- **TASK DETAILS**
Give the lines below again exactly, starting with the line that holds "if (xs.some((x) =>" and going on through the line that holds "type Touching = typeof TOUCHING;".

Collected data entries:
BEGIN

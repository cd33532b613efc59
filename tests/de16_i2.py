"""The AISC Design Examples v16.0, Example I.2 composite girder as engine input, shared by the
finished-beam and construction-stage validation tests (source values in those tests' docstrings).

W24X76, Fy 50 ksi, span 30 ft, beams framing in at the third points, deck parallel to the girder:
3 in deck (6 in average rib at 12 in pitch, the example's 50% void) + 4 1/2 in normal-weight
concrete, 145 pcf, f'c 4 ksi, b = 7.50 ft. Per point: PD = 40.5 kips of which 36.0 pre-composite,
PL = 45.0 kips, construction live 11.3 kips; 55 studs 3/4 in.
"""

from engine.model.deck import DeckProfile, Slab
from engine.model.inputs import BeamInput, PointLoad, StudSpec
from engine.model.shapes import get_shape

FT = 12.0


def girder() -> BeamInput:
    deck = DeckProfile("3in", 3.0, 7.25, 4.75, 12.0, 0.0)
    slab = Slab("I.2", deck, 4.5, 145.0, 4.0, lightweight=False)
    loads = (PointLoad(10 * FT, 40.5, 45.0, 36.0, 11.3), PointLoad(20 * FT, 40.5, 45.0, 36.0, 11.3))
    return BeamInput(
        mark="I.2", shape=get_shape("W24X76"), span=30 * FT, fy=50.0, slab=slab, orientation="parallel",
        slab_left=22.5 * FT, slab_right=22.5 * FT, superimposed_dead_psf=0.0, live_psf=0.0,
        studs=StudSpec(0.75, 65.0, 5.25, "center", 55), point_loads=loads, load_width=0.0,
    )
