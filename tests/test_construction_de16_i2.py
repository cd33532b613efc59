"""End-to-end: AISC Design Examples v16.0, Example I.2 (composite girder), construction stage,
through evaluate_construction.

Source values (REFERENCE.md sections 4 and 7, tag V = read in the publication): W24X76, Fy 50 ksi,
span 30 ft, beams framing in at the third points, deck parallel to the girder. Pre-composite
loads per point: PD = 36.0 kips, construction live PL = 11.3 kips. Construction: Mu = 624 kip-ft;
Lb = 10 ft, Cb = 1: phi Mn = 677 kip-ft; pre-composite deflection 1.00 in; camber 0.80 in,
specified 3/4 in. Tolerance 1% unless noted.
"""

import pytest

from engine.construction.evaluate import evaluate_construction

from de16_i2 import FT, girder  # shared input of the example (tests/de16_i2.py)


def test_precomposite_deflection_and_camber():
    r = evaluate_construction(girder())
    assert r.at_midspan(r.wet_deflection) == pytest.approx(1.00, rel=0.01)  # DE16 I.2: 1.00 in
    assert r.camber.target == pytest.approx(0.80, rel=0.01)  # 0.80 x 1.00 in
    assert r.camber.camber == 0.75  # specified 3/4 in
    assert r.camber.tolerance == 0.5  # 30 ft: -0/+1/2 in (AISC 303 6.4.4)


def test_construction_strength_braced_at_the_framing_beams():
    r = evaluate_construction(girder())
    assert r.flexure.demand / 12 == pytest.approx(624.0, rel=0.01)  # Mu = 624 kip-ft
    assert r.flexure.strength.lb == pytest.approx(10 * FT)
    assert r.flexure.strength.cb == pytest.approx(1.0, abs=0.01)  # constant moment between the loads
    assert r.flexure.available("LRFD") / 12 == pytest.approx(677.0, rel=0.01)  # phi Mn = 677 kip-ft
    assert r.verdict == "pass"
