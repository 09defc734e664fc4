import { createHash } from 'node:crypto';
import { Kysely, PostgresDialect, sql, type ColumnType, type Generated } from 'kysely';
import pg from 'pg';
// The names of roles, statuses and states are declared once, in shared/ (types only: db/ loads none
// of our code at run time). server/test/db-checks.test.ts compares the CHECK lists with them.
import type { SiteRole } from '../shared/schemas/common';
import type {
  ExcavationKind,
  ExcavationState as SharedExcavationState,
  StoredGeometry,
  StoredPolygon,
  StoredSoil,
  StoredZone,
  SupportType,
  AuditDetail,
} from '../shared/schemas/excavations';
import type { Checklist, Consequences, InspectionReason, Outcome } from '../shared/schemas/inspections';
import type {
  AttachmentKind,
  CheckVerdict,
  DigDetails,
  ExcavationSnapshot,
  PermitCheck,
  PermitDecision,
  PermitEventDetail,
  PermitKind,
  PermitStatus,
  PlacedLoad,
  PlantSnapshot,
} from '../shared/schemas/permits';
import type { Stored } from '../shared/schemas/stored';
import type { PlantCategory, PlantElement } from '../shared/schemas/plant';
import type { SurchargeMethod } from '../shared/schemas/sites';
import type { UnitSystem } from '../shared/units';

/**
 * The typed shape of Brink's PostgreSQL database. Each migration in db/migrations adds tables here.
 * Timestamps are `timestamptz`; ids are identity integers.
 */
type Timestamp = ColumnType<Date, Date | string, Date | string>;
/** A timestamp the database fills in (defaults to now()). */
export type CreatedAt = ColumnType<Date, Date | string | undefined, Date | string>;

/** An organisation owns its people, sites, invitations and plant library (docs/security.md, "Organisations"). */
interface OrganisationsTable {
  id: Generated<number>;
  name: string;
  created_at: CreatedAt;
}

interface UsersTable {
  id: Generated<number>;
  organisation_id: number;
  email: string;
  name: string;
  password_hash: string | null;
  /** Administrator of the person's own organisation (nothing of another organisation). */
  is_admin: Generated<boolean>;
  active: Generated<boolean>;
  created_at: CreatedAt;
  /** The person's own units, or null to follow each site's (docs/calculation.md, "Units"). */
  units: UnitSystem | null;
}

interface SitesTable {
  id: Generated<number>;
  organisation_id: number;
  name: string;
  latitude: number;
  longitude: number;
  timezone: Generated<string>;
  minimum_clearance: Generated<number>;
  default_method: Generated<string>;
  /** The units the site's people read and type unless they chose their own. */
  units: Generated<UnitSystem>;
  created_at: CreatedAt;
  /** The site plan image pinned to the map, and its corners as { south, west, north, east } in degrees. */
  plan_upload_id: number | null;
  plan_bounds: Json<{ south: number; west: number; north: number; east: number }> | null;
  plan_opacity: Generated<number>;
}

interface SiteMembersTable {
  site_id: number;
  user_id: number;
  role: SiteRole;
  can_inspect: Generated<boolean>;
}

interface InvitationsTable {
  id: Generated<number>;
  /** The organisation the person joins (the inviting administrator's). */
  organisation_id: number;
  email: string;
  name: string;
  is_admin: Generated<boolean>;
  site_id: number | null;
  role: SiteRole | null;
  token_hash: string;
  invited_by: number | null;
  expires_at: Timestamp;
  used_at: Timestamp | null;
  created_at: CreatedAt;
}

interface PasswordResetsTable {
  id: Generated<number>;
  user_id: number;
  token_hash: string;
  expires_at: Timestamp;
  used_at: Timestamp | null;
  created_at: CreatedAt;
}
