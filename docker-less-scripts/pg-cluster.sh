#!/usr/bin/env bash
# A throw-away PostgreSQL cluster for tests that stop and start their database (the outage API test,
# `npm run chaos`), with the steps of lib.sh (runs as root through the postgres user, as on CI):
#   pg-cluster.sh up DIR PORT      create DIR (cluster, password in DIR.pw) when new, start it on 127.0.0.1:PORT,
#                                  create the database `brink`, print its URL
#   pg-cluster.sh start DIR PORT   start it again;   pg-cluster.sh stop DIR   stop it (fast: cuts connections)
#   pg-cluster.sh destroy DIR      stop it and delete DIR and DIR.pw
source "$(dirname "$0")/lib.sh"
ensure_postgres
cmd="${1:?up|start|stop|destroy}" dir="${2:?cluster folder}"
case "$cmd" in
  up)
    port="${3:?port}"
    mkdir -p "$(dirname "$dir")"
    init_cluster "$dir" "$dir.pw"
    PG_FSYNC=off start_cluster "$dir" "$port"
    ensure_database "$port" "$(cat "$dir.pw")" brink
    echo "postgres://brink:$(cat "$dir.pw")@127.0.0.1:$port/brink"
    ;;
  start) PG_FSYNC=off start_cluster "$dir" "${3:?port}" ;;
  stop) stop_cluster "$dir" ;;
  destroy) stop_cluster "$dir"; rm -rf "$dir" "$dir.pw" ;;
  *) echo "unknown command $cmd" >&2; exit 2 ;;
esac
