/**
 * The standoff of a load made of several bearing elements (a machine's tracks, pads or wheels),
 * moved as one: the least clear distance d ≥ the minimum clearance from the excavation to its
 * nearest element such that all its elements together pass the check (alone, without other loads)
 * at d and at every larger d up to 3H. The engine's own search (docs/calculation.md, "Standoff"):
 * every 0.01 m from 3H to the minimum clearance and either side of every element's break points,
 * rounded up beyond the farthest failing offset; null when 3H fails. With the failing bands.
 */
export function groupStandoff(base: Omit<CheckRequest, 'loads'>, group: Exclude<Load, { kind: 'blanket' }>[]): StandoffAnswer {
  if (group.length === 0) return { standoff: null, failingBands: [], monotonic: true };
  const nearest = Math.min(...group.map((l) => l.offset));
  const solver = standoffSolver(prepareCheck({ ...base, loads: group }), []);
  return solver.searchGroup(group.map((load) => ({ load, relative: load.offset - nearest })));
}

function maxOrNull(xs: (number | null)[]): number | null {
  if (xs.some((x) => x === null)) return null;
  return xs.length ? Math.max(...(xs as number[])) : 0;
}

/** An engine load beside an excavation without its id (the id names the permit and the load). */
type Measured = Omit<Exclude<Load, { kind: 'blanket' }>, 'id'>;
/** What measuring gives for a footprint that touches or crosses the outline (or is no valid outline). */
const TOUCHING = Object.freeze({ touching: true as const });
type Touching = typeof TOUCHING;
const touches = <T extends object>(m: T | Touching): m is Touching => m === TOUCHING;

/**
 * Footprints measured against an outline, by the prepared outline (kept by prepareExcavation) and the
 * footprint's content, frozen: every other permit's loads are measured once while they and the outline
 * stay the same, whichever check asks. A footprint that touches is kept as TOUCHING.
 */
const measured = new WeakMap<PreparedOutline, Kept<Measured | Touching>>();

/** engineLoad without the id, or TOUCHING for a footprint that touches or crosses the outline. */
function measure(f: Footprint, outline: PreparedOutline): Measured | Touching {
  try {
    const placed = engineLoad(f, outline, '');
    if (!placed) return TOUCHING;
    const { id: _id, ...load } = placed;
    void _id;
    return frozen(load);
  } catch (err) {
    if (err instanceof GeometryError) return TOUCHING;
    throw err;
  }
}

/** measure, once while the outline and the footprint stay the same. */
function measuredLoad(f: Footprint, outline: PreparedOutline): Measured | Touching {
  let kept = measured.get(outline);
  if (!kept) measured.set(outline, (kept = new Kept(500)));
  return kept.keep(contentKey([f.kind, f.local, f.intensity]), () => measure(f, outline));
}

/** A box in site-local metres. */
type Box = [minX: number, minY: number, maxX: number, maxY: number];
const boxOf = (pts: XY[]): Box => {
  const b: Box = [Infinity, Infinity, -Infinity, -Infinity];
  for (const [x, y] of pts) {
    if (x < b[0]) b[0] = x;
    if (y < b[1]) b[1] = y;
    if (x > b[2]) b[2] = x;
    if (y > b[3]) b[3] = y;
  }
  return b;
};
const boxesMeet = (a: Box, b: Box) => a[0] <= b[2] && b[0] <= a[2] && a[1] <= b[3] && b[1] <= a[3];
/** Margin (m) added to depth around a stored outline: far above its rounding through WGS84 (below 1 mm). */
const STORED_OUTLINE_MARGIN = 0.5;
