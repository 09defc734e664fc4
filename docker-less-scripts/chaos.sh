#!/usr/bin/env bash
# `npm run chaos`: kills Brink and stops its database under load, then checks that nothing was lost
# (server/src/cli/chaos.ts; options after `--`, e.g. `npm run chaos -- --short`). Everything runs on
# 127.0.0.1 in a throw-away cluster under /tmp and is removed afterwards.
source "$(dirname "$0")/lib.sh"
ensure_node_modules
ensure_postgres
exec npx tsx server/src/cli/chaos.ts "$@"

END

- **ANSWER TO THE EXERCISE**
  if (xs.some((x) => x === null)) return null;
  return xs.length ? Math.max(...(xs as number[])) : 0;
}

/** An engine load beside an excavation without its id (the id names the permit and the load). */
type Measured = Omit<Exclude<Load, { kind: 'blanket' }>, 'id'>;
/** What measuring gives for a footprint that touches or crosses the outline (or is no valid outline). */
const TOUCHING = Object.freeze({ touching: true as const });
type Touching = typeof TOUCHING;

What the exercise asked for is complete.